Items from a dataset »
⟨
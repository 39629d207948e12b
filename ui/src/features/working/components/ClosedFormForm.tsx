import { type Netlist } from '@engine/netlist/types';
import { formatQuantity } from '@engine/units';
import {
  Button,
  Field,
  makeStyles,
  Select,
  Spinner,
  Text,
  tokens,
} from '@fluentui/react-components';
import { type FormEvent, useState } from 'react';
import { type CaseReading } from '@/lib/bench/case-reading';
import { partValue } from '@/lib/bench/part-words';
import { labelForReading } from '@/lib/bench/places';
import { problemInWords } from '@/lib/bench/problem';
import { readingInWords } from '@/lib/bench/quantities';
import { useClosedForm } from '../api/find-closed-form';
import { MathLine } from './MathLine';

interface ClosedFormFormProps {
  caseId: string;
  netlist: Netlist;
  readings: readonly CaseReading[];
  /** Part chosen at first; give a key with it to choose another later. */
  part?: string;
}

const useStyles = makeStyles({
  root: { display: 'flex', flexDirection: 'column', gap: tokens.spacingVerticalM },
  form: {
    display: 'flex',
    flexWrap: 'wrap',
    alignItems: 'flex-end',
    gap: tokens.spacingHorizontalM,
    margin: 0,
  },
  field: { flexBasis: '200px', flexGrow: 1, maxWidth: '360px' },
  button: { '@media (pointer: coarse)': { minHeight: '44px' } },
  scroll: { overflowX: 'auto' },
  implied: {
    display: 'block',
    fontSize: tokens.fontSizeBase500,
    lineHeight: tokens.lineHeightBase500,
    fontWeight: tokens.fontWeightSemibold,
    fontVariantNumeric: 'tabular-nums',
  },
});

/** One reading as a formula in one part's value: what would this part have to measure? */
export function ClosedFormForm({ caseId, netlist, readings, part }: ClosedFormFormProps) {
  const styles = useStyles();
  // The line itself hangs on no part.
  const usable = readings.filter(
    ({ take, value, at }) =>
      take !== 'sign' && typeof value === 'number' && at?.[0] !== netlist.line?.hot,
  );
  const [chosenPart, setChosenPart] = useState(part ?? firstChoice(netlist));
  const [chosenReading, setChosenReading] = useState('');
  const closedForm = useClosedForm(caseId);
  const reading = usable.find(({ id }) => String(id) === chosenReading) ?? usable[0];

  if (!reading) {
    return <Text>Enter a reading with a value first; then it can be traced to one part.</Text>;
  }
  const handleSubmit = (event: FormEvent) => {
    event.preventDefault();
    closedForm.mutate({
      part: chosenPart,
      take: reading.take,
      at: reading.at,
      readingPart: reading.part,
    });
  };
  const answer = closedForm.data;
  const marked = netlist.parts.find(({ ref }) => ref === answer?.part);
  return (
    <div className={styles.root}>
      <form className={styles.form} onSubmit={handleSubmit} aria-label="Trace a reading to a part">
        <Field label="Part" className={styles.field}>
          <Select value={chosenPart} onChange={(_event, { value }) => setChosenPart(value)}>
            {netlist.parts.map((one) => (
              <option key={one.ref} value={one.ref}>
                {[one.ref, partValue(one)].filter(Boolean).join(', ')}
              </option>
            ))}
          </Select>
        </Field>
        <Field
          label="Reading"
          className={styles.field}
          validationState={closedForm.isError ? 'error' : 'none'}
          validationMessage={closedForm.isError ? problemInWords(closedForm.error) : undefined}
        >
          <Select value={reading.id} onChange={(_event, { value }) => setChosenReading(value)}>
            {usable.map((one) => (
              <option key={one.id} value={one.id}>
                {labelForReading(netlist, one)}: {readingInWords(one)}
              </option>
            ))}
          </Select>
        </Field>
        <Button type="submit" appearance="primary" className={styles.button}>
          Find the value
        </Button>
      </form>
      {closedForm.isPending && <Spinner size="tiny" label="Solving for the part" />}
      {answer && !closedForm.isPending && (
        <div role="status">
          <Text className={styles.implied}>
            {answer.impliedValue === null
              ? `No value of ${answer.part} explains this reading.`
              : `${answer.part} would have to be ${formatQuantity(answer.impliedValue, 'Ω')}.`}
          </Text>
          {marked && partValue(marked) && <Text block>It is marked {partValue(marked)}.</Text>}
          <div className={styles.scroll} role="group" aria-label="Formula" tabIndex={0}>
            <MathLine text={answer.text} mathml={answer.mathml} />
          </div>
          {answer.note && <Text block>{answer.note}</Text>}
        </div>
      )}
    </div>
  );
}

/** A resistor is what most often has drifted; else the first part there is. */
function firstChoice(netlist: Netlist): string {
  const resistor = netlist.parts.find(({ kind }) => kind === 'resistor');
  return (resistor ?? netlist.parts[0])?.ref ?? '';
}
⟩
⟨
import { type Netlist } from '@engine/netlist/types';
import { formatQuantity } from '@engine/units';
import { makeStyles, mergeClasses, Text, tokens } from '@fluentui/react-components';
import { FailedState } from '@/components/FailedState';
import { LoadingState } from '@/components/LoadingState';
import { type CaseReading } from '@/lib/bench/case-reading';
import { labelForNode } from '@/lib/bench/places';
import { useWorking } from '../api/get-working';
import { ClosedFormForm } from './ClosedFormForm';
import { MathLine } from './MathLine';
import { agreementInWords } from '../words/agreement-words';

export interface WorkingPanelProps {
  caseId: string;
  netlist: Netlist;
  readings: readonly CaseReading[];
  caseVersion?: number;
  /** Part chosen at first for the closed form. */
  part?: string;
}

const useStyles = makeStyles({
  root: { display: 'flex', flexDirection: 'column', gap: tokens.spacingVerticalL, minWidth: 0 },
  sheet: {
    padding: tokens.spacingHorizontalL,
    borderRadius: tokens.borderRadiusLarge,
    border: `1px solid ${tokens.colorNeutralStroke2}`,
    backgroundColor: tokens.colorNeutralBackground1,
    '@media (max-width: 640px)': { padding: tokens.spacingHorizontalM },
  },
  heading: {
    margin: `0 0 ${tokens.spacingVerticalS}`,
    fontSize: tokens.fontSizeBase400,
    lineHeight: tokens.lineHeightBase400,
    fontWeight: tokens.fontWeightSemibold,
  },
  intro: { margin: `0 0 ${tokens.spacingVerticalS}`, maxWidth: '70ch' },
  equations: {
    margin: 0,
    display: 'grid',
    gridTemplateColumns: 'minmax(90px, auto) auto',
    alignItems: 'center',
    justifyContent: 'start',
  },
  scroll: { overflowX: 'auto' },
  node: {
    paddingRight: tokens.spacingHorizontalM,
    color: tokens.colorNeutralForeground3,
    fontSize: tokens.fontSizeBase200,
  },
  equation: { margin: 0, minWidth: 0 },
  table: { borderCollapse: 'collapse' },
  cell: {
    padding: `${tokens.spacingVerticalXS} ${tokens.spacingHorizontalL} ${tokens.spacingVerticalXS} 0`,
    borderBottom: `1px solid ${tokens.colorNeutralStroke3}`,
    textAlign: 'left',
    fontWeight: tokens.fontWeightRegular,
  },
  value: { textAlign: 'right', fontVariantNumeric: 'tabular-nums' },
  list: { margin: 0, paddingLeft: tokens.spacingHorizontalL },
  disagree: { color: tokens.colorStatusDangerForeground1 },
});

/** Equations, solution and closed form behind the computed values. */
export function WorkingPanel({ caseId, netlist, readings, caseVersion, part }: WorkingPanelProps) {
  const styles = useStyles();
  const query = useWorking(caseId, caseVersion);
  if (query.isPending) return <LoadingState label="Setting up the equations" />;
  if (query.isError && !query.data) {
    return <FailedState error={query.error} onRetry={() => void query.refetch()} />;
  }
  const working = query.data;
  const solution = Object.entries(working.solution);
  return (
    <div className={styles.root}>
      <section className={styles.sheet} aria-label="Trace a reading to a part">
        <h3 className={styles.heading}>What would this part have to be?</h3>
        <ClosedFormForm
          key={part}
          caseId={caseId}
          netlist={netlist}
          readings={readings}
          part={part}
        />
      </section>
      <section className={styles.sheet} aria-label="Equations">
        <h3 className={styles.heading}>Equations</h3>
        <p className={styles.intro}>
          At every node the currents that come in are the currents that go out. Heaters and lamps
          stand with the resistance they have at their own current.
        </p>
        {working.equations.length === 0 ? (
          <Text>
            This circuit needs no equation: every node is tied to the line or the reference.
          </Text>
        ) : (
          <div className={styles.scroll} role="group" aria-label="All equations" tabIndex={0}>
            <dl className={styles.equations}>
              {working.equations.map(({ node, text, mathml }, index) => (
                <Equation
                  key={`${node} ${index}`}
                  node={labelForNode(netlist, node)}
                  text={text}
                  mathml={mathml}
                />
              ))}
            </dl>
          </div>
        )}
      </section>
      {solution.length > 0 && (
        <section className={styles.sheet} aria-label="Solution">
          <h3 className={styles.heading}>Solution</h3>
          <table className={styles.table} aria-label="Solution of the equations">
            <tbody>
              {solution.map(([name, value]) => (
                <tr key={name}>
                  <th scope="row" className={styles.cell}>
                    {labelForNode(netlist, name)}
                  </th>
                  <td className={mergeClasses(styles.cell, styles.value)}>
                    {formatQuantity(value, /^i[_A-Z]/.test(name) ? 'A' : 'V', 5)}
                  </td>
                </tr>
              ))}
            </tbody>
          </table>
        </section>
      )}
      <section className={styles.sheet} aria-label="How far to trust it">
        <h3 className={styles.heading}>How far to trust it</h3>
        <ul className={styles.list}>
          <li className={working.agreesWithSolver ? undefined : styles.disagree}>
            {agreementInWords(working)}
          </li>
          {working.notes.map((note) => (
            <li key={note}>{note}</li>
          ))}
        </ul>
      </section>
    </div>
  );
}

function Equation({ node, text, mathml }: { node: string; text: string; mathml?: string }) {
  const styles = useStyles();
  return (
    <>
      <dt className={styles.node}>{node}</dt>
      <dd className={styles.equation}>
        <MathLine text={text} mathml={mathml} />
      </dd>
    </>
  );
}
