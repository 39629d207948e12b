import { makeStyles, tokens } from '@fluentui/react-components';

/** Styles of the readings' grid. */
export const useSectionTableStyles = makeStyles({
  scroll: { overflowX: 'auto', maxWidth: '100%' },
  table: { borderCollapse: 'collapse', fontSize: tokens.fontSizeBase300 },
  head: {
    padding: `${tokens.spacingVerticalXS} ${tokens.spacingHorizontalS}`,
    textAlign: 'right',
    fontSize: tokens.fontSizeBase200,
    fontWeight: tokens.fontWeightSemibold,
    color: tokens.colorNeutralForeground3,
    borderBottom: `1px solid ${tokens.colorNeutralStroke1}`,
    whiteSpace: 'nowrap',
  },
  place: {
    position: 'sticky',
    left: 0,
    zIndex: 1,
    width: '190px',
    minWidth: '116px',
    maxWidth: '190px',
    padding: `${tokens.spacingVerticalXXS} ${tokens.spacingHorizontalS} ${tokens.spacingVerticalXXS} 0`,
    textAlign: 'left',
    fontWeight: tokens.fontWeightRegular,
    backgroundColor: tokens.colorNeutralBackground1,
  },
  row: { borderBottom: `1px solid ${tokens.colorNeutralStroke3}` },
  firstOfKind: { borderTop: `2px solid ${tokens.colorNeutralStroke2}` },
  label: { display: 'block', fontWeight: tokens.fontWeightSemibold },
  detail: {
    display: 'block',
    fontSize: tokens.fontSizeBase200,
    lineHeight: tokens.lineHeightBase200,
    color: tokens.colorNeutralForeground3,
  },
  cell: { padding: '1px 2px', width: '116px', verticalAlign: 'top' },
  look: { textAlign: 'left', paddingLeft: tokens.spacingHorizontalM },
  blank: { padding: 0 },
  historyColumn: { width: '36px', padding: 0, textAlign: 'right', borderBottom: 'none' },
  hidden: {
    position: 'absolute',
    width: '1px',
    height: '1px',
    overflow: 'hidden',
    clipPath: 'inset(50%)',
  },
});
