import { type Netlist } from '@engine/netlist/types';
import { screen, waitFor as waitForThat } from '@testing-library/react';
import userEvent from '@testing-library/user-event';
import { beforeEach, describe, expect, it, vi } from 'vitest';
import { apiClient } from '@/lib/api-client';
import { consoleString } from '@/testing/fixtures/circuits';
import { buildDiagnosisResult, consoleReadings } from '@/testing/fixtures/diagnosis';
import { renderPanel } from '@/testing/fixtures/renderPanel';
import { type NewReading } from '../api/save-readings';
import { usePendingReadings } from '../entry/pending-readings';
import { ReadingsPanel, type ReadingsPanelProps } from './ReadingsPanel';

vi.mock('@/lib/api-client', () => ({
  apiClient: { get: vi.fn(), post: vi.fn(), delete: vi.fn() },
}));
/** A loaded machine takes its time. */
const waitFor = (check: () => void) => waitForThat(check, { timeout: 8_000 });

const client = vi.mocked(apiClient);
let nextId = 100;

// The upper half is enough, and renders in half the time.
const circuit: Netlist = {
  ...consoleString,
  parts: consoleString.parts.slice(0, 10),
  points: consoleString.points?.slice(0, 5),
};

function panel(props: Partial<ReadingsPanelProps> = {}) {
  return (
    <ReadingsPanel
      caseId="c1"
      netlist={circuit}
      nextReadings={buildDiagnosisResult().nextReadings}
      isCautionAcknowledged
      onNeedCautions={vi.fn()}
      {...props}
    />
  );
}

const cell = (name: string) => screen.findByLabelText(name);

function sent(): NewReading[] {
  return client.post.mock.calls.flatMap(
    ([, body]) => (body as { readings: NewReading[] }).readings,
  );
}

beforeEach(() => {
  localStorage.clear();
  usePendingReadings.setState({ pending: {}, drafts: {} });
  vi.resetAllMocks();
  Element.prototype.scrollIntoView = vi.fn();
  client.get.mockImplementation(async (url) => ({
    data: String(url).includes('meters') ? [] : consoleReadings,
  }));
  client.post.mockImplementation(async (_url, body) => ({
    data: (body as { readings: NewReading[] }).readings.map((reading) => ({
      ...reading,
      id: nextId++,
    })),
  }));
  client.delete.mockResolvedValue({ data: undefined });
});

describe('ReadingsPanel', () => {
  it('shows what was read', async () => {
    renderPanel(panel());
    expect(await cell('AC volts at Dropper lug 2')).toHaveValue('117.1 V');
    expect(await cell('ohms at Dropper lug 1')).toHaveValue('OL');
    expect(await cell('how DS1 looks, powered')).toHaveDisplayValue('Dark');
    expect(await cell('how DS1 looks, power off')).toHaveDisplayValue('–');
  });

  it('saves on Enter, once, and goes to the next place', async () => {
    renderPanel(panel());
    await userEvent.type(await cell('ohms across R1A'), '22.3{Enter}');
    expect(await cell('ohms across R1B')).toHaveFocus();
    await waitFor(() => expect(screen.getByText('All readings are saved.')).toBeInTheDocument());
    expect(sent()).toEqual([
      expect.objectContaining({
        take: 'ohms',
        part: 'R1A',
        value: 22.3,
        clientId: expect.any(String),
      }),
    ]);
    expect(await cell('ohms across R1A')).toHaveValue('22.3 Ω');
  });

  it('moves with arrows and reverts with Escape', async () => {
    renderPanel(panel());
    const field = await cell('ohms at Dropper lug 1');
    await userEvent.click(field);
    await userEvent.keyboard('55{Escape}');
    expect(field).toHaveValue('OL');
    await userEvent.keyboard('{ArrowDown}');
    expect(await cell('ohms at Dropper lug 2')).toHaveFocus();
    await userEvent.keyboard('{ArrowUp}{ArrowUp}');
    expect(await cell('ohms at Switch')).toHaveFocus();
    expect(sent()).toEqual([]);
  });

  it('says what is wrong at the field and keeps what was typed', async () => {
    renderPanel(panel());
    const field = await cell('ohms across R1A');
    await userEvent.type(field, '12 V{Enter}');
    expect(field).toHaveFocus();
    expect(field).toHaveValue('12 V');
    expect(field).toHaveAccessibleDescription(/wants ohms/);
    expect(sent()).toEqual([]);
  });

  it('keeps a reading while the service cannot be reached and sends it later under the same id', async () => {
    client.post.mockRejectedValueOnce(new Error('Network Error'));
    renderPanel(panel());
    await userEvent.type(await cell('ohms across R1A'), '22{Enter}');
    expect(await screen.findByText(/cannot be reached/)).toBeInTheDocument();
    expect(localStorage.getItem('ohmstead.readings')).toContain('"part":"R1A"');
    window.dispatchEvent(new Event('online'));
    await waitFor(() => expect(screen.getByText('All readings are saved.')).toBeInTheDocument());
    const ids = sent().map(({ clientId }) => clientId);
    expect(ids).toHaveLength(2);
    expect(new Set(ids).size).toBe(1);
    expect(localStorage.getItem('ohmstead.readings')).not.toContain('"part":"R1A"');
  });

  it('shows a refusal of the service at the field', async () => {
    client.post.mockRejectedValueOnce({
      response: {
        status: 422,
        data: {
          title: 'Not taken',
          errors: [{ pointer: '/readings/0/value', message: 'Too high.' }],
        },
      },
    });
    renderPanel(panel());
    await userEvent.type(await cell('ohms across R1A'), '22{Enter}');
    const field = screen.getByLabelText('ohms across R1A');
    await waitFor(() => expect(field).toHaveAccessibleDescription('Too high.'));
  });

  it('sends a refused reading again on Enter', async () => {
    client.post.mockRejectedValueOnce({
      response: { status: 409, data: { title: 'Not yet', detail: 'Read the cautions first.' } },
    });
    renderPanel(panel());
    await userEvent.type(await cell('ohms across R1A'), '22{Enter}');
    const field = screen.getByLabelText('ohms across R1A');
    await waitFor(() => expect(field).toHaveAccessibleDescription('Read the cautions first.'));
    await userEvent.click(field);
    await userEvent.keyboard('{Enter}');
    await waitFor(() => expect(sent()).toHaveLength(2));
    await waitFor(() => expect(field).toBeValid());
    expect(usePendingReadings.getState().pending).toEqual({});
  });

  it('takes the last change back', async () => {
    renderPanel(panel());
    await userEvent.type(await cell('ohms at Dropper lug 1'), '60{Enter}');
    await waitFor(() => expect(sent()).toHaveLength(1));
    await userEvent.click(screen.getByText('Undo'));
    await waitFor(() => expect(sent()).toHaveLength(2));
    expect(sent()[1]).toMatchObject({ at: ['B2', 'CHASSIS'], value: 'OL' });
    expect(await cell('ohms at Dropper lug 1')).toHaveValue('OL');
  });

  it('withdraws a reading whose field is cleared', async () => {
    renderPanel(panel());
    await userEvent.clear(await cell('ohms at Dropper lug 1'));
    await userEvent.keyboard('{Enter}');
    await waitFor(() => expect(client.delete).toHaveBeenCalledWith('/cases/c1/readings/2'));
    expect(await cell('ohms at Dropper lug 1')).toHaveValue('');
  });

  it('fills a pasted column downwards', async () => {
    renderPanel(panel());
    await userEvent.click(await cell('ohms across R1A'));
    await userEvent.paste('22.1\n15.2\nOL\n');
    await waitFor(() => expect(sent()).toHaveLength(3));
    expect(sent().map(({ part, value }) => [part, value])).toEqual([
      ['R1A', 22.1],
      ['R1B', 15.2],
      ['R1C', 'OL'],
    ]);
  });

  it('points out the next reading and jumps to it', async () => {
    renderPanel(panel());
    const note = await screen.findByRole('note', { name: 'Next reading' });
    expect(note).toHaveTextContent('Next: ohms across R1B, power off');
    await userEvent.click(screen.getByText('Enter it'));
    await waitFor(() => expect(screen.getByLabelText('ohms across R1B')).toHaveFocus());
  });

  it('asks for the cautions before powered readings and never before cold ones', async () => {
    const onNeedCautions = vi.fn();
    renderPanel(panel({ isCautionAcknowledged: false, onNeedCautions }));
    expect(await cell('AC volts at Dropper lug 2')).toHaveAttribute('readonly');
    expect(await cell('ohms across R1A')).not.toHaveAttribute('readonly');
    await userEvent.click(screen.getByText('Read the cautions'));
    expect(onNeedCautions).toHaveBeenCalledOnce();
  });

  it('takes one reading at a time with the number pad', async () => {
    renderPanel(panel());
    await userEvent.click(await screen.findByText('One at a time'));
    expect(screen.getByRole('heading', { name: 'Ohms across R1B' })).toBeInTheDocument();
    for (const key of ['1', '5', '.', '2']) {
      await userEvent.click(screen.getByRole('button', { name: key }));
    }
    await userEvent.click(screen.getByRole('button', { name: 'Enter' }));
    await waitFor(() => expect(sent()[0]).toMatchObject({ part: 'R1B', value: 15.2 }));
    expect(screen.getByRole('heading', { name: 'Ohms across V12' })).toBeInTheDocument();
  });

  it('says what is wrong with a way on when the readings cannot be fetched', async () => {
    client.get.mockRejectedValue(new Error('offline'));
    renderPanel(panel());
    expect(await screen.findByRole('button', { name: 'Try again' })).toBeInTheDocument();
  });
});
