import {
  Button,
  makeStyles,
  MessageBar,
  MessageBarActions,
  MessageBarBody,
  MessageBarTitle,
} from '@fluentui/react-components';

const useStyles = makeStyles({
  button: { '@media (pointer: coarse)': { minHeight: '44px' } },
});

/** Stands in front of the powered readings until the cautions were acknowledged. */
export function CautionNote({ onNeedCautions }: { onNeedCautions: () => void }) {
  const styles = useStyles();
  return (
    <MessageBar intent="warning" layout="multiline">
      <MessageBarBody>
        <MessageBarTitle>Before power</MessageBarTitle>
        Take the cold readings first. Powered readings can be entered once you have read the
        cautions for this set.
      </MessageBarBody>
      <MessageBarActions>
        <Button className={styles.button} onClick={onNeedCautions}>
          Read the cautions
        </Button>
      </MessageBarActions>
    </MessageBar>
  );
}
⟩
⟨
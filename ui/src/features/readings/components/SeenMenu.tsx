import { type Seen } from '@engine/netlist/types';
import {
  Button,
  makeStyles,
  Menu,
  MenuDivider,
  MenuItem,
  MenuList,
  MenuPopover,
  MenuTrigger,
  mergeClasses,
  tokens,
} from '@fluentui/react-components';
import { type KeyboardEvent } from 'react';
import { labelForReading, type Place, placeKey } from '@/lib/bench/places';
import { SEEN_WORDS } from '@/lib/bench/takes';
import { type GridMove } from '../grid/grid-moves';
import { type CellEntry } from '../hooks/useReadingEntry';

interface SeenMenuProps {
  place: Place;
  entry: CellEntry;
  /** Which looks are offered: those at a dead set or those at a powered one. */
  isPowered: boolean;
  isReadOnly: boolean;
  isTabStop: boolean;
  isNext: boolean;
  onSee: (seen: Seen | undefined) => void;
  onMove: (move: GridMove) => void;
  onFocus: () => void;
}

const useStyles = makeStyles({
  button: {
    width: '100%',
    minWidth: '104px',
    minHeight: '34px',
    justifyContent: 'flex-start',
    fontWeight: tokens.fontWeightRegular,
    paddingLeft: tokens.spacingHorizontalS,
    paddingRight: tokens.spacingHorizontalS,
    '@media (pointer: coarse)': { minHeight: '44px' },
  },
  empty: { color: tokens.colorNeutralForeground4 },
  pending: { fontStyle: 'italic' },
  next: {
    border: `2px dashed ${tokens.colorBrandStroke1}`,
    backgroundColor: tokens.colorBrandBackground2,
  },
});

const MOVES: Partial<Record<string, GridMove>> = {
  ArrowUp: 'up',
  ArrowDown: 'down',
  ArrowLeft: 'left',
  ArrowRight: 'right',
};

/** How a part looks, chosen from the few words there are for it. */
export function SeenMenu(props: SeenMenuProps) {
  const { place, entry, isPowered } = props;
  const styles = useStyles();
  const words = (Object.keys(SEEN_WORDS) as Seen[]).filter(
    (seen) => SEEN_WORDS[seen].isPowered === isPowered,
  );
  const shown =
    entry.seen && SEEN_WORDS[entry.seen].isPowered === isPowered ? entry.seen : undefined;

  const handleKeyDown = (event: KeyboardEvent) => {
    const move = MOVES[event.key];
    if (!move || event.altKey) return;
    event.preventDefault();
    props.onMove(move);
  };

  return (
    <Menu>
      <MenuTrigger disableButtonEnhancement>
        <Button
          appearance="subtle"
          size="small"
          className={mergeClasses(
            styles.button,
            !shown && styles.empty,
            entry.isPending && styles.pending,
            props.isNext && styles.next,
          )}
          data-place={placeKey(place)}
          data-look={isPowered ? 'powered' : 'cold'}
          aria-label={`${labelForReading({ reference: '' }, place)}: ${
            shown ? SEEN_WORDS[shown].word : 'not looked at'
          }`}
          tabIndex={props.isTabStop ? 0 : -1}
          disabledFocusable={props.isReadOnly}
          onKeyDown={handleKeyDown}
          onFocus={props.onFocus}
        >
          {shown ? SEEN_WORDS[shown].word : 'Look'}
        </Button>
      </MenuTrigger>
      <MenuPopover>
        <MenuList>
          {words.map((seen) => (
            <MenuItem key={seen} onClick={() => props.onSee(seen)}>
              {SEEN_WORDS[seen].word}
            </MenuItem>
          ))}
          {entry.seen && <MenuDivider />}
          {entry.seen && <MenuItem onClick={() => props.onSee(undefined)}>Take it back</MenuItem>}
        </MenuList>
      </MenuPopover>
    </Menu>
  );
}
⟩
TO DO »
Go through the records and count every line with the word "tabIndex"; the answer is the number alone.

SOLUTION TO THE PROBLEM »
3